Are stock options taxable when received?
Henry Morales
Published Mar 20, 2026
Statutory Stock Options You have taxable income or deductible loss when you sell the stock you bought by exercising the option. You generally treat this amount as a capital gain or loss. However, if you don’t meet special holding period requirements, you’ll have to treat income from the sale as ordinary income.
How are private stock options taxed?
Employees pay ordinary (compensation) income tax when they exercise options (taxable gain/income = Fair Market Value of stock at exercise less price at which they can buy stock). If long-term capital rates apply then the gain is taxed at either 0%, 15% or 20% depending on taxable income.
How stock options are taxed and reported?
If you exercise the nonstatutory option, you must include the fair market value of the stock when you acquired it, less any amount you paid for the stock. When you sell the stock, you report capital gains or losses for the difference between your tax basis and what you receive on the sale.
How do I account for stock options on my tax return?
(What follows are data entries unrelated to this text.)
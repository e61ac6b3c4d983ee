import { randomUUID } from 'node:crypto'
import { QueryTypes } from 'sequelize'
import { afterAll, beforeAll, describe, expect, it } from 'vitest'
import type { ErasureResult } from '../../shared/types/privacy'
import { Organisation, Round, Visit } from '../../server/db/models'
import { rowsOf } from '../../shared/utils/schemas/groups'
import { closeTestDatabase, testDatabase } from '../support/database'
import { rectangular } from '../support/csv'
import { type SyncBody, type TestRound, makeRound, makeVisit } from '../support/field'
import { type TestOrganisation, makeOrganisation } from '../support/organisation'
import { baseUrl } from '../support/server'

// Free text inside a repeated group's rows (a plot's note) can name people and places as any top-level free text
// can: erasure on request and the retention purge blank it in every row, and the pseudonymised exports leave it out.
// Checked in MariaDB (every table), in the plot table export and in the zip. Invented organisation and farmers.

let org: TestOrganisation
let round: TestRound
const DAY = 24 * 3600 * 1000
const ERASED_NAME = 'Ruzindana Okwuosa-Pell'
const KEPT_NAME = 'Teodora Mwakasege'
const PLOTS = {
  key: 'plots',
  label: 'Plots',
  questions: [
    { key: 'plot_size_ha', label: 'Plot size', type: 'number', unit: 'ha', min: 0.01, max: 20, required: true },
    { key: 'plot_note', label: 'Note on the plot', type: 'text', maxLength: 200 }
  ]
}
const plot = (size: number, note?: string) => ({ row: randomUUID(), plot_size_ha: size, ...(note ? { plot_note: note } : {}) })
let erasedFarm: ReturnType<typeof makeVisit>
let keptFarm: ReturnType<typeof makeVisit>

/** The tables where a value still appears, in any column of any row. */
async function tablesHolding(...needles: string[]): Promise<string[]> {
  const db = testDatabase()
  const tables = await db.query<{ name: string }>('SELECT table_name AS name FROM information_schema.tables WHERE table_schema = DATABASE()', { type: QueryTypes.SELECT })
  const found: string[] = []
  for (const { name } of tables) {
    const text = JSON.stringify(await db.query(`SELECT * FROM \`${name}\``, { type: QueryTypes.SELECT }))
    for (const needle of needles) if (text.includes(needle)) found.push(`${name}: ${needle}`)
  }
  return found
}

const exportText = async (query: string) => {
  const answer = await org.coordinator.get<string>(`/api/rounds/${round.roundId}/export?${query}`)
  expect(answer.status).toBe(200)
  return answer.body
}

beforeAll(async () => {
  testDatabase()
  org = await makeOrganisation('Mbarazi Hills Seed Growers')
  round = await makeRound(org.coordinator, org.enumeratorId)
  const saved = await org.coordinator.request('PUT', `/api/rounds/${round.roundId}/questionnaire`, { questions: [
    { key: 'farm_size_ha', label: 'Farm size', type: 'number', unit: 'ha', min: 0, max: 50, required: true },
    { key: 'household_size', label: 'Household size', type: 'whole', min: 1, max: 30, required: true }
  ], groups: [PLOTS] })
  expect(saved.status, JSON.stringify(saved.body)).toBe(200)
  round = { ...round, versionId: (saved.body as { id: number }).id }
  erasedFarm = makeVisit(round, { farmCode: `MH-${randomUUID().slice(0, 8)}` }, { plots: [plot(1.2, `Rented from ${ERASED_NAME}`), plot(0.4), plot(0.8, `${ERASED_NAME}'s brother farms it`)] })
  keptFarm = makeVisit(round, { farmCode: `MH-${randomUUID().slice(0, 8)}` }, { plots: [plot(2.5, `Borrowed from ${KEPT_NAME}`)] })
  const sync = await org.enumerator.post<SyncBody>('/api/sync/visits', { visits: [erasedFarm, keptFarm] })
  expect(sync.status).toBe(200)
  expect(sync.body.counts.stored).toBe(2)
  for (const v of [erasedFarm, keptFarm]) expect((await org.coordinator.post(`/api/review/visits/${v.id}`, { action: 'accept' })).status).toBe(200)
  await Organisation.update({ settings: { ...(await Organisation.findByPk(org.id))!.settings, privacy: { keepAnswersAfterErasure: true, retentionDays: { photos: null, gps: null, names: null } } } }, { where: { id: org.id } })
})
afterAll(closeTestDatabase)

describe('free text inside plots', () => {
  it('is left out of the pseudonymised plot table and zip, and kept in the identifying one', async () => {
    const plots = rectangular(await exportText('part=rows&group=plots'))
    expect(plots[0]).not.toContain('plot_note')
    expect(plots.filter(r => r[0] === erasedFarm.id)).toHaveLength(3)
    const zip = await fetch(`${baseUrl()}/api/rounds/${round.roundId}/export?part=all`, { headers: { 'cookie': org.coordinator.cookieHeader(), 'x-forwarded-for': '10.9.3.1' } })
    expect(zip.status).toBe(200)
    const { unzipSync, strFromU8 } = await import('fflate')
    const files = unzipSync(Buffer.from(await zip.arrayBuffer()))
    expect(Object.keys(files)).toContain('plots.csv')
    for (const [name, content] of Object.entries(files)) {
      expect(strFromU8(content), name).not.toContain(ERASED_NAME)
      expect(strFromU8(content), name).not.toContain(KEPT_NAME)
      if (name === 'plots-dictionary.csv') expect(strFromU8(content)).not.toContain('plot_note')
    }
    const identifying = await exportText(`part=rows&group=plots&identifying=1&reason=${encodeURIComponent('Checking plot notes with the field team')}`)
    expect(identifying).toContain(ERASED_NAME)
  })

  it('stays out of the pseudonymised plot table when a later version asks the same key as another kind', async () => {
    const saved = await org.coordinator.request('PUT', `/api/rounds/${round.roundId}/questionnaire`, { questions: [
      { key: 'farm_size_ha', label: 'Farm size', type: 'number', unit: 'ha', min: 0, max: 50, required: true },
      { key: 'household_size', label: 'Household size', type: 'whole', min: 1, max: 30, required: true }
    ], groups: [{ ...PLOTS, questions: [PLOTS.questions[0], { key: 'plot_note', label: 'Kind of note', type: 'choice', options: [{ value: 'owned', label: 'Owned' }, { value: 'rented', label: 'Rented' }] }] }] })
    expect(saved.status, JSON.stringify(saved.body)).toBe(200)
    const plots = rectangular(await exportText('part=rows&group=plots'))
    const column = plots[0]!.indexOf('plot_note')
    expect(column).toBeGreaterThan(0)
    const mine = plots.filter(r => r[0] === erasedFarm.id || r[0] === keptFarm.id)
    expect(mine).toHaveLength(4)
    for (const r of mine) expect(r[column]).toBe('')
    expect(plots.flat().join(' ')).not.toContain(ERASED_NAME)
    expect(plots.flat().join(' ')).not.toContain(KEPT_NAME)
  })

  it('is blanked in every row by erasure on request, the plots\' other answers kept, another farm untouched', async () => {
    const answer = await org.coordinator.post<ErasureResult>('/api/privacy/erasures', { farmCode: erasedFarm.farmCode, reason: 'The farmer withdrew consent at the field day' })
    expect(answer.status, JSON.stringify(answer.body)).toBe(200)
    expect(answer.body).toMatchObject({ visits: 1, keptAnswers: true })
    const stored = (await Visit.findByPk(erasedFarm.id))!
    const rows = rowsOf(stored.answers, 'plots')
    expect(rows.map(r => r.plot_size_ha)).toEqual([1.2, 0.4, 0.8])
    expect(rows.map(r => r.row)).toEqual(erasedFarm.answers.plots.map(r => r.row))
    for (const r of rows) expect(r).not.toHaveProperty('plot_note')
    expect(await tablesHolding(ERASED_NAME, erasedFarm.farmCode)).toEqual([])

    const other = rowsOf((await Visit.findByPk(keptFarm.id))!.answers, 'plots')
    expect(other[0]!.plot_note).toBe(`Borrowed from ${KEPT_NAME}`)
    // The review route shows the erased visit's plots without the note and still accepts a correction of a plot.
    const fix = await org.coordinator.post(`/api/review/visits/${erasedFarm.id}`, { action: 'correct', answers: { plots: rows.map((r, i) => i === 1 ? { ...r, plot_size_ha: 0.45 } : r) }, reason: 'Plot measured again' })
    expect(fix.status, JSON.stringify(fix.body)).toBe(200)
  })

  it('is blanked in every row by the retention purge of names', async () => {
    expect((await org.coordinator.request('PATCH', `/api/rounds/${round.roundId}`, { status: 'closed' })).status).toBe(200)
    await Round.update({ closedAt: new Date(Date.now() - 10 * DAY) }, { where: { id: round.roundId } })
    const saved = await org.admin.request('PUT', '/api/settings/privacy', { keepAnswersAfterErasure: true, retentionDays: { photos: null, gps: null, names: 5 } })
    expect(saved.status).toBe(200)
    expect((await org.admin.post('/api/settings/privacy/purge')).status).toBe(200)

    const rows = rowsOf((await Visit.findByPk(keptFarm.id))!.answers, 'plots')
    expect(rows).toHaveLength(1)
    expect(rows[0]!.plot_size_ha).toBe(2.5)
    expect(rows[0]).not.toHaveProperty('plot_note')
    expect(await tablesHolding(KEPT_NAME, ERASED_NAME)).toEqual([])
    // Even the identifying export has nothing left to give.
    const identifying = await exportText(`part=rows&group=plots&identifying=1&reason=${encodeURIComponent('Checking plot notes after the purge')}`)
    expect(identifying).not.toContain(KEPT_NAME)
  })
})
However, when you sell an option—or the stock you acquired by exercising the option—you must report the profit or loss on Schedule D of your Form 1040. If you’ve held the stock or option for less than one year, your sale will result in a short-term gain or loss, which will either add to or reduce your ordinary income.
What kind of tax treatment do stock options get?
Some types of stock options receive favorable income tax treatment. Receiving pay in the form of stock options serves as a form of forced savings, since the money cannot be spent until the restrictions expire. Of course, it is a risky form of pay, since the company’s stock may go down instead of up.
Do you have to report stock options on your tax return?
When you buy an open-market option, you’re not responsible for reporting any information on your tax return. However, when you sell an option—or the stock you acquired by exercising the option—you must report the profit or loss on Schedule D of your Form 1040.
What kind of stock options do you get from your employer?
The two main types of stock options you might receive from your employer are: These employer stock options are often awarded at a discount or a fixed price to buy stock in the company. While both types of options are often used as bonus or reward payments to employees, they carry different tax implications.
What happens when you exercise a stock option?
When you exercise an option, you agree to pay the price specified by the option for shares of stock, also called the award, strike, or exercise price.